Malnutrition (MN) and sarcopenia are the main reasons for frailty in older adults, which is closely associated with immobility, falls, dependency, infections, hospitalization, and mortality [1,2,3]. Current evidence indicates that adequate energy and protein intake, physical exercise (particularly resistance training), and vitamin D supplementation should be the main steps in the treatment of MN and sarcopenia [4,5,6]. Marcos-Delgado et al. indicated that adherence to high-quality diets (such as the Mediterranean diet and the Alternative Healthy Eating Index-2010) was associated with a lower prevalence of MN in older adults. Specific components such as a higher consumption of fish, long-chain n-3 fatty acids, vegetables, and legumes can reduce MN risk. Given the differences in lifestyle, disease history, age, and physical activity among individuals, personalized diets are crucial in the treatment of MN. They also noted that low energy and protein intakes increase the risk of MN, particularly in older adults, emphasizing the need for tailored dietary strategies [7]. In another study, adherence to the Mediterranean diet was associated with a reduced risk of MN, which was scored using [8].
MN is not merely a medical condition but a complex issue that intertwines with various dimensions of an individual’s life, significantly affecting their overall quality of life (QoL). MN has a profound impact on quality of life through its effects on physical health, mental well-being, social interactions, and functional abilities. Addressing MN is essential for improving the overall quality of life for individuals affected by it.
Evidence from cohort studies indicated that older individuals with a high risk of MN are more likely to experience a poor quality of life [9]. Another study showed that MN significantly decreased QoL in older adults with rheumatoid arthritis (RA) [10]. Hyunh NTG et al. reported higher QoL in older adults with normal nutritional status when compared to those with MN [11]. A systematic review and meta-analysis including 10 studies demonstrated a significant association between nutritional status and QoL [12].
In this case–control study, we aimed to evaluate the effects of a personalized diet combined with planned physical exercise on nutritional status, physical performance, and quality of life (QoL) in malnourished old aged patients.

2. Materials and Methods

2.1. Study Population

The study participants were selected from patients admitted to Istanbul University, Istanbul Faculty of Medicine Hospital, Clinical Nutrition and General Internal Medicine Outpatient Clinics.
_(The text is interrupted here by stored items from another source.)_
impl Energy {
    /// Gathers what a panel shows.
    pub(super) fn of(job: &mut Job<'_>, index: usize, panel: &Panel, from: &Viewing) -> Self {
        let field = format!("panels.{index}");
        let collision = collision(job, &field, panel);
        let usual = if collision.is_some() {
            Arrows::TipToTail
        } else {
            Arrows::FromOrigin
        };
        let arrows = panel.arrows.unwrap_or(usual);
        let (vectors, sum) = match &collision {
            Some(name) => of_collision(job, name, from, arrows),
            None => of_particles(job, &field, panel, from, arrows),
        };
        let is_projection =
            vectors.iter().any(|v| v.has_across) || sum.as_ref().is_some_and(|s| s.has_across);
        if is_projection {
            job.projection(
                &field,
                format!(
                    "panel {} shows E and px alone: momentum across is drawn in projection",
                    letter(index)
                ),
            );
        }
        let energy = job.solved.units.energy.clone();
        let momentum = energy.for_dimension(Dimension::Momentum);
        let range = &panel.range;
        let y = job.range(
            range.energy.as_ref(),
            &energy,
            &format!("{field}.range.energy"),
        );
        let x = job.range(range.px.as_ref(), &momentum, &format!("{field}.range.px"));
        let mut contents = Rect::ZERO;
        for p in vectors
            .iter()
            .flat_map(|v| [v.tail, v.tip])
            .chain(sum.iter().map(|s| s.tip))
        {
            contents = contents.union_pt(p);
        }
        let primes = primes_of(job, from);
        let symbol = if is_projection {
            format!("{}_x c", primed("p", primes))
        } else {
            format!("{}c", primed("p", primes))
        };
        let axis = |symbol: String| Axis {
            symbol,
            unit: energy.latex(),
            factor: 1.0,
        };
        Self {
            arrows,
            has_words: collision.is_some(),
            has_shells: panel.hyperbolas != Some(false),
            axes: Axes {
                x: axis(symbol),
                y: axis(primed("E", primes)),
                has_arcs: false,
                has_halves: true,
            },
            wanted: Wanted { x, y, contents },
            vectors,
            sum,
            is_projection,
        }
    }

    /// Its own axes.
    pub(super) fn axes(&self) -> &Axes {
        &self.axes
    }

    /// What it shows, in words.
    pub(super) fn words(&self) -> Vec<String> {
        let of = |form: Form| -> Vec<&str> {
            self.vectors
                .iter()
                .filter(|v| v.form == form)
                .map(|v| &*v.object.name)
                .collect()
        };
        let (before, after) = (of(Form::Before), of(Form::After));
        if self.has_words {
            let pair = [("before the collision, ", &before), ("after it, ", &after)];
            return pair
                .into_iter()
                .filter_map(|(lead, names)| Some(format!("{lead}{}", kind("particle", names)?)))
                .collect();
        }
        kind("particle", &before).into_iter().collect()
    }

    /// Draws it.
    pub(super) fn draw(&self, job: &mut Job<'_>, canvas: &mut Canvas<'_>) {
        let ticks = self.axes.ticks(canvas);
        let group = canvas.group("axes");
        light(job, canvas);
        if self.has_shells {
            self.shells(job, canvas);
        }
        self.axes.draw(canvas, &mut job.names, &ticks, group);
        if let Some(sum) = &self.sum {
            self.total(job, canvas, sum);
        }
        for vector in &self.vectors {
            self.vector(job, canvas, vector);
        }
        if self.has_words {
            self.sides(job, canvas);
        }
        if self.is_projection {
            job.remark(canvas, "projection on E and px");
        }
    }

    fn vector(&self, job: &mut Job<'_>, canvas: &mut Canvas<'_>, vector: &Vector) {
        let window = canvas.window;
        let (tail, tip) = (window.mm(vector.tail), window.mm(vector.tip));
        let group = canvas.group(&vector.object.to_string());
        let layer = match vector.form {
            Form::Before => Layer::Before,
            Form::After => Layer::After,
            Form::Total => Layer::Total,
        };
        let drawn = arrow(tail, tip, vector.form, 0.0, canvas.style);
        canvas.arrow(layer, group, tip, &drawn, vector.ink);
        let label = job
            .solved
            .particles
            .get(&vector.object.name)
            .and_then(|p| p.label.as_deref());
        let label = job.names.of(&vector.object, label);
        let candidates = match clip::segment(tail, tip, window.field) {
            Some(ends) => self.name_places(canvas, &label, ends, vector.form, self.name_parts()),
            None => Vec::new(),
        };
        let candidates = if candidates.is_empty() && clip::holds(window.field, tip) {
            let spot = Spot {
                foot: tip,
                along: Vec2::new(0.0, 1.0),
                order: 0.0,
            };
            beside(canvas, &label, &[spot], Side::Right, canvas.style.dot)
        } else {
            candidates
        };
        if candidates.is_empty() {
            job.names.fault(
                Fault::new(
                    vector.object.clone(),
                    "",
                    format!(
                        "its arrow lies outside the range of a panel of {}",
                        job.plate
                    ),
                    "widen the range, or take the particle off the panel's list",
                )
                .finding(),
            );
            return;
        }
        let blame = Some(vector.object.clone());
        wish(
            canvas,
            Rank::Name,
            (group, blame),
            (label, vector.ink),
            candidates,
        );
    }

    /// Where along its arrow a name is looked for: in a fan near the tip, where its arrows are apart.
    fn name_parts(&self) -> &'static [f64] {
        match self.arrows {
            Arrows::FromOrigin => &FAN_PARTS,
            Arrows::TipToTail => &CHAIN_PARTS,
        }
    }

    /// Places beside an arrow, outside the closed figure first.
    fn name_places(
        &self,
        canvas: &Canvas<'_>,
        label: &Label,
        (a, b): (Point, Point),
        form: Form,
        parts: &[f64],
    ) -> Vec<Candidate> {
        let half = match form {
            Form::Before => canvas.style.stroke.shaft,
            Form::After => canvas.style.stroke.hollow_shaft,
            Form::Total => canvas.style.stroke.total,
        } / 2.0;
        let sides = match &self.sum {
            Some(sum) if self.arrows == Arrows::TipToTail => {
                let window = canvas.window;
                let (foot, tip) = (window.mm(Point::ORIGIN), window.mm(sum.tip));
                let middle = a.midpoint(b);
                let turn = (tip - foot).cross(middle - foot);
                if turn > 0.0 || (turn == 0.0 && form != Form::Before) {
                    Side::Right
                } else {
                    Side::Left
                }
            }
            _ if b.x < a.x => Side::Left,
            _ => Side::Right,
        };
        beside(canvas, label, &spots((a, b), parts), sides, half)
    }

    fn total(&self, job: &mut Job<'_>, canvas: &mut Canvas<'_>, sum: &Sum) {
        let window = canvas.window;
        let group = canvas.group(&format!("total of {}", sum.object));
        let (foot, tip) = (window.mm(Point::ORIGIN), window.mm(sum.tip));
        if sum.has_arrow {
            let back = if self.is_crowded(canvas, tip, tip - foot) {
                canvas.style.head_back
            } else {
                0.0
            };
            let drawn = arrow(foot, tip, Form::Total, back, canvas.style);
            canvas.arrow(Layer::Total, group, tip, &drawn, INK);
            if let Some(ends) = clip::segment(foot, tip, window.field) {
                let label = job.names.word("total");
                let half = canvas.style.stroke.total / 2.0;
                let places = spots(ends, &[0.7, 0.62, 0.78, 0.54, 0.46, 0.38, 0.3, 0.84]);
                let candidates = beside(canvas, &label, &places, Side::Right, half);
                wish(canvas, Rank::Word, (group, None), (label, INK), candidates);
            }
        }
        if self.has_shells && sum.mass > 0.0 {
            let pen = (INK, canvas.style.stroke.axis);
            shell(canvas, group, sum.mass, pen);
            let symbol = if sum.has_across {
                r"M_{\mathrm{T}}c^2"
            } else {
                "Mc^2"
            };
            let unit = job.solved.units.energy.latex();
            let value = number(&significant(sum.mass, MASS_DIGITS));
            let label = job
                .names
                .math(&format!(r"{symbol}\,{{=}}\,{value}\,{unit}"));
            let places = along_shell(canvas, sum.mass, sum.tip.x);
            let candidates = beside(canvas, &label, &places, Side::Below, pen.1 / 2.0);
            let candidates = nearest_to_own(canvas, sum.mass, &self.masses(), candidates);
            wish(
                canvas,
                Rank::Curve,
                (group, Some(sum.object.clone())),
                (label, INK),
                candidates,
            );
        }
    }

    /// Whether the total's head would stand on another's that ends at the same tip.
    fn is_crowded(&self, canvas: &Canvas<'_>, tip: Point, way: Vec2) -> bool {
        const SPARE_DEGREES: f64 = 5.0;
        let style = canvas.style;
        let spare = SPARE_DEGREES.to_radians();
        self.vectors.iter().any(|vector| {
            let (tail, own) = (canvas.window.mm(vector.tail), canvas.window.mm(vector.tip));
            let along = own - tail;
            let apart = crate::num::atan2(along.cross(way).abs(), along.dot(way));
            (own - tip).hypot() < style.before_head.length
                && along.hypot() >= style.headless
                && apart < vector.form.half_angle(style) + Form::Total.half_angle(style) + spare
        })
    }

    /// The particles whose shells are drawn: those whose arrows start at the origin, each mass once.
    fn shelled(&self) -> Vec<&Vector> {
        let mut found: Vec<&Vector> = self
            .vectors
            .iter()
            .filter(|v| v.tail == Point::ORIGIN && v.transverse_mass > 0.0)
            .filter(|v| {
                !self
                    .sum
                    .as_ref()
                    .is_some_and(|s| is_same(s.mass, v.transverse_mass))
            })
            .collect();
        found.sort_by(|a, b| a.transverse_mass.total_cmp(&b.transverse_mass));
        found.dedup_by(|b, a| is_same(a.transverse_mass, b.transverse_mass));
        found
    }

    /// The masses of all shells.
    fn masses(&self) -> Vec<f64> {
        let own = self.shelled().into_iter().map(|v| v.transverse_mass);
        let mut found: Vec<f64> = own.chain(self.sum.iter().map(|s| s.mass)).collect();
        found.sort_by(f64::total_cmp);
        found
    }

    /// Shells of the particles.
    fn shells(&self, job: &mut Job<'_>, canvas: &mut Canvas<'_>) {
        let masses = self.masses();
        for vector in self.shelled() {
            let mass = vector.transverse_mass;
            let group = canvas.group(&format!("shell of {}", vector.object));
            shell(canvas, group, mass, (GUIDE, canvas.style.stroke.fine));
            if mass * canvas.window.scale() < canvas.style.name[0] {
                // Its vertex is lost in the light lines: a name would name those.
                continue;
            }
            let label = job.names.math(&shell_label(job.solved, vector));
            let places = along_shell(canvas, mass, 0.0);
            let candidates = beside(canvas, &label, &places, Side::Above, 0.0);
            let candidates = nearest_to_own(canvas, mass, &masses, candidates);
            let blame = (!canvas.style.is_large()).then(|| vector.object.clone());
            wish(
                canvas,
                Rank::Curve,
                (group, blame),
                (label, INK),
                candidates,
            );
        }
    }

    /// `before` and `after` beside their last arrows.
    fn sides(&self, job: &mut Job<'_>, canvas: &mut Canvas<'_>) {
        for (form, text, ink) in [
            (Form::Before, "before", CLARET),
            (Form::After, "after", TEAL),
        ] {
            let own: Vec<&Vector> = self.vectors.iter().filter(|v| v.form == form).collect();
            let group = canvas.group(text);
            let label = job.names.word(text);
            let mut candidates = Vec::new();
            for (i, vector) in own.iter().rev().enumerate() {
                let ends = (canvas.window.mm(vector.tail), canvas.window.mm(vector.tip));
                let Some(ends) = clip::segment(ends.0, ends.1, canvas.window.field) else {
                    continue;
                };
                let places = self.name_places(canvas, &label, ends, form, &WORD_PARTS);
                let later = i as f64 * canvas.style.em;
                candidates.extend(places.into_iter().map(|c| Candidate {
                    cost: c.cost + later,
                    ..c
                }));
            }
            wish(canvas, Rank::Word, (group, None), (label, ink), candidates);
        }
    }
}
Malnourished old–aged patients (≥65 years old) who were oriented, cooperated, and were independent in daily living activities were included in the study. The exclusion criteria were <65 years of age, cognitive impairment, immobilization, eating/swallowing disorders, receiving enteral or parenteral nutritional support, and having acute medical problems. Patients eligible for the study (n = 20) were randomized to the study and control groups according to their dates of admission. While not the most robust form of randomization, using admission dates helped to avoid selection bias by ensuring that all eligible patients were considered for inclusion as they presented, rather than being selectively chosen. Study was retrospectively registered, with clinical trial number NCT06823739 on 12 February 2025.
When evaluating the statistical power of the study, an a priori power analysis was conducted using G*Power (version 3.1). The analysis was based on a repeated-measures ANOVA with a within–between interaction design to determine the required sample size for adequate power. For our observed variable, the power for the within-subject factor (time) was 0.81, with a partial eta squared (η2) of 0.07, indicating a medium effect size. For the interaction effect (time × group), the partial eta squared (η2) was 0.072, also reflecting a medium effect size. The input parameters included an effect size f = 0.278, alpha error probability (α) = 0.05, desired power (1 − β) = 0.8, two groups (intervention and control), four repeated measurements, and a correlation among repeated measures of 0.5. The nonsphericity correction factor (ϵ) was set to 1. The analysis determined a total required sample size of 20 participants (10 per group), with an actual power of approximately 0.823. These findings suggest that a minimum of 10 participants per group is sufficient to conduct an adequately powered trial (1 − β = 0.8, α = 0.05) in this rehabilitation setting.
A personalized diet combined with a standard planned physical exercise regimen was given to the study group (PDE); the patients in the control group (PD) received a personalized diet only.

2.2. Nutritional Status

All the patients were evaluated during the admission (initial visit) and in the 4th, 8th, and 12th weeks. The Mini Nutritional Assessment—Short Form (MNA-SF) test was performed during each visit to evaluate nutritional status. Those who scored 7 points or less on this test were considered malnourished, and those who scored 8–11 points were considered at risk of MN. Patients with MN or at risk of MN were included in the study.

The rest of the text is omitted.